Sur les conclusions dirigées contre la décision du 15 février 2024 relative à l’amende administrative :
Aux termes de l’article L. 262-52 du code de l’action sociale et des familles : « La fausse déclaration ou l’omission délibérée de déclaration ayant abouti au versement indu du revenu de solidarité active est passible d’une amende administrative prononcée et recouvrée dans les conditions et les limites définies, en matière de prestations familiales, aux sixième, septième et huitième alinéas du I et au II de l’article L. 114-17 du code de la sécurité sociale. La décision est prise par le président du conseil départemental après avis de l’équipe pluridisciplinaire mentionnée à l’article L. 262-39 du présent code. La juridiction compétente pour connaître des recours à l’encontre des contraintes délivrées par le président du conseil départemental est la juridiction administrative. / (…) ».

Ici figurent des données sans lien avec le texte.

def _text_view(data: bytes, costs: np.ndarray, anchors: set) -> str:
    """Characters in spans coloured by bits per byte (equal neighbours share a span),
    each line wrapped in a span whose title gives its offset and bits; spans of
    TITLE_FROM_BIN and up carry their own title (hover shows the cost)."""
    text = _decode_view(data)
    out, line = [], []
    run, run_bin, run_off, run_bits, run_bytes = [], -1, 0, 0.0, 0
    line_no, line_off, line_bits = 1, 0, 0.0

    def close():
        if not run:
            return
        tip = ""
        if run_bin >= TITLE_FROM_BIN:
            tip = (f' title="offset {run_off:,}: {run_bits:.1f} bits"' if run_bytes == 1 else
                   f' title="offset {run_off:,}, {run_bytes} bytes: {run_bits:.1f} bits"')
        line.append(f'<i class=c{run_bin}{tip}>{"".join(run)}</i>')

    def end_line(end_pos):
        n = end_pos - line_off
        out.append(f'<span class="ln" title="line {line_no:,}, offset {line_off:,}: {n} bytes, {line_bits:.1f} bits'
                   f' ({line_bits / max(n, 1):.2f} per byte)">{"".join(line)}</span>')

    cost_list = costs[:len(data)].tolist()
    byte_bins = bins_of(costs[:len(data)]).tolist()
    pos = 0
    for ch in text:
        if ch < "\x80":
            nb, bits, b = 1, cost_list[pos], byte_bins[pos]
        else:
            nb = len(ch.encode("utf-8"))
            bits = sum(cost_list[pos:pos + nb])
            b = bisect.bisect_right(EDGES, bits / nb)
        line_bits += bits
        if pos in anchors:
            close()
            run = []
            line.append(f'<a id="o{pos}"></a>')
        if ch == "\n":
            close()
            run, run_bin = [], -1
            tip = f' title="offset {pos:,}: line end, {bits:.1f} bits"' if b >= TITLE_FROM_BIN else ""
            line.append(f'<i class="c{b} nl"{tip}>\u21b5</i>')
            end_line(pos + 1)
            out.append("\n")
            line, line_no, line_off, line_bits = [], line_no + 1, pos + 1, 0.0
        else:
            if ch < " " and ch not in "\t" or ch == "\x7f":
                glyph = "\u00b7"
            else:
                glyph = html.escape(ch, quote=False)
            if b != run_bin or not run:
                close()
                run, run_bin, run_off, run_bits, run_bytes = [], b, pos, 0.0, 0
            run.append(glyph)
            run_bits += bits
            run_bytes += nb
        pos += nb
    close()
    if line:
        end_line(pos)
    return "".join(out)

Eu égard notamment au courriel que M. B… a adressé à la caisse d’allocations familiales du Nord pour solliciter de l’aide dans la déclaration du don reçu de ses parents et des revenus générés par son assurance vie, il ne peut être regardé comme ayant eu une volonté délibérée de dissimuler des revenus en vue de percevoir indument l’allocation de revenu de solidarité active. Par suite, M. B… est fondé à demander l’annulation de la décision du président du conseil départemental du Nord du 15 février 2024 rejetant son recours contre la décision lui infligeant une amende administrative pour fausse déclaration.
Il résulte de tout ce qui précède que M. B… est seulement fondé à demander l’annulation de la décision du 15 février 2024 maintenant l’amende administrative pour fausse déclaration.
D É C I D E :
Article 1er : La décision du 15 février 2024 du président du conseil départemental du Nord est annulée.
Article 2 : Le surplus des conclusions de M. B… est rejeté.
Article 3 : Le présent jugement sera notifié à M. A… B… et au département du Nord.
Copie en sera adressée pour information à la caisse d’allocations familiales du Nord.
Rendu public par mise à disposition au greffe le 29 octobre 2025.
Le magistrat désigné,
signé
O. Cotte
La greffière,
signé
C. Lejeune
La République mande et ordonne au préfet du Nord en ce qui le concerne ou à tous commissaires de justice à ce requis en ce qui concerne les voies de droit commun contre les parties privées, de pourvoir à l’exécution de la présente décision.